Major Outage: my.intuiface.com
Incident Report for Intuiface
Postmortem

Analysis of incident:

  • On 22-October we upgraded our database to enhance Intuiface user security. The upgrade went well but after the server was back in production, we detected some database timeouts. Investigation revealed they were due to some severely altered – thus fragmented – indexes, causing performance degradation.
  • We reindexed almost all but two tables on 24-October without any issue. Reindexing of the two largest tables was deferred to an already scheduled maintenance activity on 5-November.
  • On 5-November at around 6:15 AM UTC, the first table was reindexed without any issue. The second table was then reindexed and this operation generated a very large amount of data. At around 8:00 AM UTC the disk went full and the database locked, preventing any further updates to the database tables. At this point, we initiated a rollback of the index.
  • Until 8:50 AM UTC the web services for license check and activation responded with an error every time a Player or Composer attempted to retrieve or activate a license. This affected all free and licensed Players and Composers during startup. It also affected some running, licensed Players that happened to run a license check (which normally occurs once a day). It was also no longer possible to connect to the My Intuiface website (my.intuiface.com) or to the Intuiface Support site.
  • At 8:50 AM UTC, we neutralized the web services for license check and activation so they would no longer reply with an error. This enabled licensed Players and Composers to start correctly. Free Players and Composers could still not launch as they require a successful license check.
  • At 10:57 AM UTC, the table index was fully rolled-back, making the database accessible and enabling us to begin cleanup in order to free disk storage.
  • At 11:00 AM UTC the server was back online again. Player and Composer could check their licenses and users could again connect on my.intuiface.com or support site.
  • After 10 minutes of monitoring, we considered the issue as fixed at 11:13 AM UTC

NOTE: At no time was any customer data – experiences or analytics – ever at risk.

Remediation plans:

  • We will ensure that database failure or inaccessibility – a very rare event that occurred only 5 hours in total over the last 3 years, an availability rate of better than 99.98% - will no longer impact running, paid Players nor the launch of paid Players and Composers.
  • We will enhance our ability to inform users and customers about issues and remediation steps in real-time, both via our website (www.intuiface.com) and through our status.intuiface.com server monitoring website. (NOTE: It is already possible to use our server monitoring site to sign up for notifications about ongoing issues.)
  • We will also take action to better test maintenance operations, even if in this case it was hard to predict that it could lead to a major event. (The faulty reindexing consumed more than 140GB of disk space for a single table!)
  • An internal review of the incident is currently underway to identify and take the appropriate actions.
Posted Nov 07, 2019 - 09:14 CET

Resolved
This incident has been resolved.
Posted Nov 05, 2019 - 12:12 CET
Monitoring
A fix has been implemented and we are monitoring the results.
Posted Nov 05, 2019 - 12:04 CET
Update
We are continuing to work on a fix for this issue.
Posted Nov 05, 2019 - 12:03 CET
Update
The database was recovered and the server is working correctly again.
Any licensing issue should no longer occur.
Posted Nov 05, 2019 - 12:03 CET
Update
The database rollback is still in progress. According to database progress information, the recovery should be finished in 40 minutes.

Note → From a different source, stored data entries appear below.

package org.treeproof.study;

import static org.junit.jupiter.api.Assertions.assertArrayEquals;
import static org.junit.jupiter.api.Assertions.assertEquals;
import static org.junit.jupiter.api.Assertions.assertTrue;

import java.io.ByteArrayInputStream;
import java.io.ByteArrayOutputStream;
import java.io.IOException;
import java.io.ObjectInputStream;
import java.io.ObjectOutputStream;
import java.io.UncheckedIOException;
import java.util.ArrayList;
import java.util.List;
import java.util.function.Consumer;
import org.junit.jupiter.api.Test;
import org.treeproof.data.DataMatrix;
import org.treeproof.distance.CondensedDistances;
import org.treeproof.distance.Metric;
import org.treeproof.io.SummaryJson;
import org.treeproof.resample.LocalExecutor;
import org.treeproof.resample.ReplicateExecutor;
import org.treeproof.resample.ReplicatePlanner;
import org.treeproof.resample.ReplicateTask;
import org.treeproof.resample.Resampling;
import org.treeproof.resample.Seeds;
import org.treeproof.score.BranchSupport;
import org.treeproof.tree.Linkage;

/**
 * Replicate work that crosses a JVM boundary (Java serialization, as an executor on other machines receives it)
 * gives the results of the work that never left: the same outcome for every replicate, and the same summary.json
 * bytes for a whole study. The shipped work must carry the data table and not the n² distances.
 */
class ShippedWorkTest {

    @SuppressWarnings("unchecked")
    static <T> T roundTrip(T value) {
        try {
            var bytes = new ByteArrayOutputStream();
            try (var out = new ObjectOutputStream(bytes)) {
                out.writeObject(value);
            }
            try (var in = new ObjectInputStream(new ByteArrayInputStream(bytes.toByteArray()))) {
                return (T) in.readObject();
            }
        } catch (IOException e) {
            throw new UncheckedIOException(e);
        } catch (ClassNotFoundException e) {
            throw new IllegalStateException(e);
        }
    }

    static int serializedSize(Object value) {
        var bytes = new ByteArrayOutputStream();
        try (var out = new ObjectOutputStream(bytes)) {
            out.writeObject(value);
        } catch (IOException e) {
            throw new UncheckedIOException(e);
        }
        return bytes.size();
    }

    /** Runs every task in this JVM, but only after a serialization round trip of the task and of each result. */
    record ShippingExecutor(boolean prepare) implements ReplicateExecutor {
        @Override
        public <T> void run(int first, int count, ReplicateTask<T> task, Consumer<? super T> inOrder) {
            ReplicateTask<T> shipped = roundTrip(task);
            ReplicateTask<T> ready = prepare ? shipped.prepare(2) : shipped;
            for (int i = first; i < count; i++) {
                inOrder.accept(roundTrip(ready.apply(i)));
            }
        }
    }

    private static ReplicateWork work(DataMatrix data, CondensedDistances d, Resampling scheme, double featureFraction,
            List<Linkage> linkages) {
        var planner = new ReplicatePlanner(d.size(), data == null ? 0 : data.features(), scheme, 0.8, featureFraction,
                21, Seeds.Purpose.REPLICATE);
        var supports = new ArrayList<BranchSupport>();
        for (int l = 0; l < linkages.size(); l++) {
            supports.add(BranchSupport.of(ReferenceSolution.of(linkages.get(l), d, 6, 5).tree(), 100 + l));
        }
        return new ReplicateWork(data, d, Metric.EUCLIDEAN, linkages, supports, planner, 6, 5, d.size());
    }

    private static void assertSameOutcome(ReplicateOutcome want, ReplicateOutcome got, String what) {
        assertEquals(want.index(), got.index(), what);
        assertArrayEquals(want.distinct(), got.distinct(), what);
        assertTrue(java.util.Arrays.deepEquals(want.labels(), got.labels()), what + ": labels");
        assertEquals(want.support().length, got.support().length, what);
        for (int l = 0; l < want.support().length; l++) {
            assertArrayEquals(want.support()[l].counted(), got.support()[l].counted(), what);
            assertArrayEquals(want.support()[l].supported(), got.support()[l].supported(), what);
        }
    }

    @Test
    void shippedReplicatesEqualTheGatheredOnesForEveryScheme() {
        DataMatrix data = StudyRunnerTest.threeGroups(70, 31);
        CondensedDistances d = Metric.EUCLIDEAN.compute(data, 2);
        var linkages = List.of(Linkage.AVERAGE, Linkage.WARD, Linkage.SINGLE);
        for (Resampling scheme : Resampling.values()) {
            for (double features : new double[] {1.0, 0.6}) {
                ReplicateWork here = work(data, d, scheme, features, linkages);
                ReplicateTask<ReplicateOutcome> shipped = roundTrip(here);
                ReplicateTask<ReplicateOutcome> prepared = shipped.prepare(2);
                for (int b = 0; b < 12; b++) {
                    ReplicateOutcome want = here.apply(b);
                    String what = scheme + ", feature fraction " + features + ", replicate " + b;
                    assertSameOutcome(want, shipped.apply(b), what + " (shipped)");
                    assertSameOutcome(want, prepared.apply(b), what + " (shipped and prepared)");
                }
            }
        }
    }

    @Test
    void theDataTravelsAndTheDistancesStayBehindUnlessThereIsNoTable() {
        DataMatrix data = StudyRunnerTest.threeGroups(100, 32);
        CondensedDistances d = Metric.EUCLIDEAN.compute(data, 2);
        var linkages = List.of(Linkage.AVERAGE);
        int withData = serializedSize(work(data, d, Resampling.SUBSAMPLE, 1.0, linkages));
        long matrix = CondensedDistances.bytesFor(d.size());
        // 300 x 5 values are 12 000 bytes; the matrix alone would be 358 800
        assertTrue(withData < matrix / 4, withData + " bytes shipped");

        ReplicateWork distancesOnly = work(null, d, Resampling.BOOTSTRAP, 1.0, linkages);
        assertTrue(serializedSize(distancesOnly) > matrix, "distances travel when there is no table");
        ReplicateTask<ReplicateOutcome> shipped = roundTrip(distancesOnly);
        for (int b = 0; b < 5; b++) {
            assertSameOutcome(distancesOnly.apply(b), shipped.apply(b), "distance input, replicate " + b);
        }
    }

    static byte[] summary(StudyInput input, StudySettings settings, ReplicateExecutor executor) {
        Evidence e = new StudyRunner(input, settings, executor, 2, StudyProgress.SILENT).run();
        var provenance = new SummaryJson.Provenance("treeproof", "test", "groups.csv", "0".repeat(64),
                List.of("Read the table."), List.of(), null);
        Recommendation r = Recommender.of(e, DecisionRule.DEFAULT).recommend();
        return new SummaryJson(e, r, provenance, new org.treeproof.report.ReasonWords(r.rule())::word).toBytes();
    }

    @Test
    void aStudyWhoseTasksAreShippedWritesTheSameSummary() {
        DataMatrix data = StudyRunnerTest.threeGroups(14, 33);
        StudySettings settings = StudySettings.builder().linkages(List.of(Linkage.AVERAGE, Linkage.WARD)).maxK(5)
                .replicates(20).referenceSets(5).nullSets(3).nullReplicates(4).seed(9).build();
        byte[] local = summary(StudyInput.of(data), settings, new LocalExecutor(2));
        assertArrayEquals(local, summary(StudyInput.of(data), settings, new ShippingExecutor(false)));
        assertArrayEquals(local, summary(StudyInput.of(data), settings, new ShippingExecutor(true)));

        StudySettings features = StudySettings.builder().linkages(List.of(Linkage.COMPLETE)).maxK(4).replicates(15)
                .featureFraction(0.6).resampling(Resampling.BOOTSTRAP).referenceSets(3).nullSets(2).nullReplicates(3)
                .seed(10).build();
        assertArrayEquals(summary(StudyInput.of(data), features, new LocalExecutor(2)),
                summary(StudyInput.of(data), features, new ShippingExecutor(true)));

        StudyInput distances = StudyInput.ofDistances(data.sampleIds(), Metric.EUCLIDEAN.compute(data, 1));
        StudySettings noData = StudySettings.builder().linkages(List.of(Linkage.AVERAGE)).maxK(4).replicates(15)
                .referenceSets(0).nullSets(0).seed(11).build();
        assertArrayEquals(summary(distances, noData, new LocalExecutor(2)),
                summary(distances, noData, new ShippingExecutor(false)));
    }
}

We expect a complete return to normal operation after 11:00 AM UTC (12:00 AM CET - Central European Time)

We will provide a full postmortem analysis of the problem later today or tomorrow.
Posted Nov 05, 2019 - 11:28 CET
Update
We are still in progress of applying a rollback to our database.
We are now expecting the database to be working again and the server to be fully functional around 10:20 AM UTC (11:20 AM CET - Central European Time).
Posted Nov 05, 2019 - 10:42 CET
Identified
We are currently applying a rollback to our database.
We are expecting the database to be working again and the server to be fully functional around 9:38 AM UTC (10:38 AM CET - Central European Time).
Posted Nov 05, 2019 - 10:10 CET
Update
Due to server error, licensed player or composer could not start properly. This was fixed. at 8:50 AM UTC (9:50 AM CET - Central European Time).
Paid player and composer can be restarted again.
Please note that it is currently not possible to activate new licenses.

We are currently continuing our investigation.
Posted Nov 05, 2019 - 09:56 CET
Investigating
we are currently investigating
Posted Nov 05, 2019 - 09:20 CET
This incident affected: Management Console.